US 11,842,303 B2
Method for processing irradiation forecast, method for training stacked generalization model, and apparatuses thereof
Zibo Dong, Singapore (SG); Ying Yao, Shanghai (CN); Yangyang Zhao, Shanghai (CN); Hui Yang, Shanghai (CN); and Qingsheng Zhao, Shanghai (CN)
Assigned to ENVISION DIGITAL INTERNATIONAL PTE. LTD., Singapore (SG); and SHANGHAI ENVISION DIGITAL CO., LTD., Shanghai (CN)
Appl. No. 17/777,023
Filed by ENVISION DIGITAL INTERNATIONAL PTE. LTD., Singapore (SG); and SHANGHAI ENVISION DIGITAL CO., LTD., Shanghai (CN)
PCT Filed Nov. 13, 2020, PCT No. PCT/SG2020/050656
§ 371(c)(1), (2) Date May 14, 2022,
PCT Pub. No. WO2021/096429, PCT Pub. Date May 20, 2021.
Claims priority of application No. 201911112640.0 (CN), filed on Nov. 14, 2019.
Prior Publication US 2022/0397700 A1, Dec. 15, 2022
Int. Cl. G06N 20/00 (2019.01); H02J 3/00 (2006.01); G06Q 10/04 (2023.01); G01W 1/10 (2006.01); H02J 3/38 (2006.01)
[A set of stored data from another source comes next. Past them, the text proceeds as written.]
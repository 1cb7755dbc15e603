"""What the case's bodies mean as solids: plain records in order, independent of any CAD kernel.

A :class:`Part` is one named body of the mesh (or a void). Parts come in the order of displacement:
where two overlap, the later one has the place. Lengths are **millimetres** from here to the child
process that runs gmsh, because CAD kernels' tolerances are absolute (1e-7) and meant for them.

An enclosure becomes nested boxes from the outermost layer to the innermost, then its cavity and
its openings as voids; displacement does the rest. Where a face has layers of its own, they lie
within the outline of what they cover (the wall's own layers run past them to the corner); a layer
number that only own faces have takes the whole outline, z over y over x.
"""

from __future__ import annotations

from dataclasses import dataclass, field, replace

from coldseam.errors import CaseError, Fault, KeyPath

MM = 1000.0
"""Millimetres in a metre."""

AXES = "xyz"


@dataclass(frozen=True, kw_only=True)
class Solid:
    """One primitive, lengths in mm.

    Parameters
    ----------
    kind
        ``box``, ``cylinder``, ``sphere``, ``cone``, ``tube``, ``polygon``, ``disc``, ``ring``, ``file``.
    start, end
        Corners of a box, ends of the axis of a cylinder, cone or tube; ``start`` is the centre of
        a sphere, disc or ring and the offset of a file's shapes.
    radii
        Outer, then inner radius; for a cone those at its two ends.
    points
        Corners of a polygon in the plane, or in the plane across ``axis``.
    axis
        Axis along which a polygon is drawn out from ``start[0]`` to ``end[0]``; None in the plane.
    path
        File of the shapes.
    half
        True for the right half only of a disc or ring centred on the axis of a turned section.
    """

    kind: str
    start: tuple[float, ...] = ()
    end: tuple[float, ...] = ()
    radii: tuple[float, ...] = ()
    points: tuple[tuple[float, float], ...] = ()
    axis: str | None = None
    path: str | None = None
    half: bool = False


@dataclass(frozen=True, kw_only=True)
class Part:
    """One named body of the mesh, or a void: the union of its solids.

    Parameters
    ----------
    name
        Name in the answers.
    material
        Key in the case's materials; None for a void, and for a file whose solids have their own.
    source
        Position of the ``[[body]]``.
    solids
        The primitives (several where the body is repeated).
    materials
        Of a file: solid name -> material.
    implied
        True when the part only follows from another choice (a cavity, a layer at an open face) and
        may be displaced as a whole without being an error.
    """

    name: str
    material: str | None
    source: int
    solids: tuple[Solid, ...]
    materials: dict[str, str] = field(default_factory=dict)
    implied: bool = False

    @property
    def void(self) -> bool:
        """Whether the part cuts out instead of filling."""
        return self.material is None and not self.materials

    @property
    def file(self) -> str | None:
        """The path of the file that the part is read from, or None."""
        return self.solids[0].path


def expand(case) -> list[Part]:
    """Return the parts of a case in order of displacement.

    Raises
    ------
    CaseError
        Bodies without extent, on the wrong side of the axis, or in the wrong number of dimensions.
    """
    dim = case.model.dimensions
    faults: list[Fault] = []
    parts: list[Part] = []
    for i, body in enumerate(case.body):
        try:
            made = _body_parts(body, i, dim)
            if case.model.axisymmetric:
                made = [_halved(part) for part in made]
                _check_axis(made, i)
        except CaseError as error:
            faults.extend(error.faults)
            continue
        parts.extend(made)
    if faults:
        raise CaseError(faults)
    return parts


def fault(path: KeyPath, what: str) -> CaseError:
    """Return the error of one fault."""
    return CaseError([Fault(path=path, what=what)])


def _body_parts(body, i: int, dim: int) -> list[Part]:
    """Return the parts of one ``[[body]]``, repeats included."""
    if getattr(body, "enclosure", None) is not None:
        made = _enclosure(body, i, dim)
    else:
        material = None if body.void else body.material
        materials = dict(getattr(body, "materials", None) or {})
        made = [Part(name=body.name, material=material, source=i, solids=(_solid(body, i, dim),), materials=materials)]
    shifts = _shifts(getattr(body, "repeat", None), dim)
    return [_repeated(part, shifts) for part in made]


def _shifts(repeat, dim: int) -> list[tuple[float, ...]]:
    """Return the offsets (mm) of all copies of a repeated body, the original first."""
    shifts = [(0.0,) * dim]
    if repeat is None:
        return shifts
    for step, count in zip(repeat.step, repeat.count, strict=True):
        step = _mm(step)
        shifts = [
            tuple(a + k * b for a, b in zip(shift, step, strict=True)) for k in range(int(count)) for shift in shifts
        ]
    return shifts


def _repeated(part: Part, shifts: list[tuple[float, ...]]) -> Part:
    solids = tuple(moved(solid, shift) for shift in shifts for solid in part.solids)
    return Part(**{**part.__dict__, "solids": solids})


def moved(solid: Solid, shift: tuple[float, ...]) -> Solid:
    """Return the solid moved by a vector in mm."""
    if not any(shift):
        return solid
    if solid.kind != "polygon":
        start = _sum(solid.start, shift)
        return Solid(**{**solid.__dict__, "start": start, "end": _sum(solid.end, shift) if solid.end else ()})
    if solid.axis is None:
        points = tuple(_sum(point, shift) for point in solid.points)
        return Solid(**{**solid.__dict__, "points": points})
    a = AXES.index(solid.axis)
    across = (shift[(a + 1) % 3], shift[(a + 2) % 3])
    points = tuple(_sum(point, across) for point in solid.points)
    along = (shift[a],)
    return Solid(
        **{**solid.__dict__, "points": points, "start": _sum(solid.start, along), "end": _sum(solid.end, along)}
    )


def _sum(a, b) -> tuple[float, ...]:
    return tuple(x + y for x, y in zip(a, b, strict=True))


def _mm(vector) -> tuple[float, ...]:
    return tuple(float(x) * MM for x in vector)


def _solid(body, i: int, dim: int) -> Solid:
    """Return the primitive of a body that has one shape."""
    kinds = ("box", "cylinder", "sphere", "cone", "tube", "polygon", "disc", "ring", "file")
    kind = next((k for k in kinds if getattr(body, k, None) is not None), None)
    if kind is None:
        raise fault(("body", i), "has no shape that can be built here")
    allowed = ("box", "polygon", "disc", "ring", "file") if dim == 2 else kinds[:6] + ("file",)
    if kind not in allowed:
        raise fault(("body", i, kind), f"is no shape in {dim} dimensions; accepted: {', '.join(allowed)}")
    shape = getattr(body, kind)
    if kind == "file":
        return Solid(kind="file", start=(0.0,) * dim, path=str(shape))
    solid = _PRIMITIVES[kind](shape, dim)
    _check_extent(solid, ("body", i, kind))
    return solid


def _box(shape, dim: int) -> Solid:
    start, end = _mm(shape.start), _mm(shape.end)
    low = tuple(min(a, b) for a, b in zip(start, end, strict=True))
    high = tuple(max(a, b) for a, b in zip(start, end, strict=True))
    return Solid(kind="box", start=low, end=high)


def _radius(shape, prefix: str = "") -> float:
    """Return a radius in mm from ``radius`` or ``diameter``, whichever is given."""
    diameter = getattr(shape, f"{prefix}diameter", None)
    radius = getattr(shape, f"{prefix}radius", None)
    return MM * float(radius if diameter is None else 0.5 * diameter)


def _cylinder(shape, dim: int) -> Solid:
    return Solid(kind="cylinder", start=_mm(shape.start), end=_mm(shape.end), radii=(_radius(shape),))


def _sphere(shape, dim: int) -> Solid:
    return Solid(kind="sphere", start=_mm(shape.center), radii=(_radius(shape),))


def _cone(shape, dim: int) -> Solid:
    radii = (0.5 * MM * float(shape.diameter_from), 0.5 * MM * float(shape.diameter_to))
    return Solid(kind="cone", start=_mm(shape.start), end=_mm(shape.end), radii=radii)


def _tube(shape, dim: int) -> Solid:
    radii = (_radius(shape, "outer_"), _radius(shape, "inner_"))
    return Solid(kind="tube", start=_mm(shape.start), end=_mm(shape.end), radii=radii)


def _disc(shape, dim: int) -> Solid:
    return Solid(kind="disc", start=_mm(shape.center), radii=(_radius(shape),))


def _ring(shape, dim: int) -> Solid:
    return Solid(kind="ring", start=_mm(shape.center), radii=(_radius(shape, "outer_"), _radius(shape, "inner_")))


def _polygon(shape, dim: int) -> Solid:
    points = tuple(_mm(point) for point in shape.points)
    if len(points) > 1 and points[0] == points[-1]:
        points = points[:-1]
    if dim == 2:
        return Solid(kind="polygon", points=points)
    low, high = sorted((MM * float(shape.start), MM * float(shape.end)))
    return Solid(kind="polygon", points=points, axis=shape.axis, start=(low,), end=(high,))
CPC G06Q 10/04 (2013.01) [G01W 1/10 (2013.01); G06N 20/00 (2019.01); H02J 3/004 (2020.01); H02J 3/381 (2013.01); H02J 2300/24 (2020.01)] 12 Claims
OG exemplary drawing
 
1. A computer-based method of deep learning model training and processing an irradiation forecast by way of a trained deep learning model, the method comprising:
receiving from a plurality of meteorological observatories historical irradiation forecast data and historical measurement values;
training a deep learning model comprising a stacked generalization model with the historical irradiation forecast data and historical measurement values, wherein the stacked generalization model comprises a first-layer generalizer and a second-layer generalizer, wherein each of the first-layer generalizer and the second-layer generalizer is a learning model, and wherein training the stacked generalization model comprises:
constructing n training samples, each of the n training samples comprising historical irradiation forecast data corresponding to one historical time period and historical measurement values of plane of array irradiation within the historical time period, wherein n is an integer greater than 1;
choosing m training samples from the n training samples, wherein m is a positive integer greater than 1 and less than n;
training the first-layer generalizer using historical irradiation forecast data of the m training samples and measurement values of the m training samples, to obtain a trained first-layer generalizer;
determining intermediate historical forecast data of n-m training samples based on historical irradiation forecast data of the n-m training samples using the trained first-layer generalizer, the n-m training samples being the training samples other than the m training samples in the n training samples; and
training the second-layer generalizer using the intermediate forecast data of the n-m training samples and historical measurement values of the n-m training samples to obtain a trained second-layer generalizer;
acquiring from at least one meteorological observatory irradiation forecast data corresponding to a target time period, wherein the irradiation forecast data corresponding to the target time period comprises at least one forecast value of plane of array irradiation within the target time period;
calling the stacked generalization model;
determining intermediate forecast data based on the irradiation forecast data corresponding to the target time period using the first-layer generalizer; and
determining an output forecast value corresponding to the target time period based on the intermediate forecast data using the second-layer generalizer.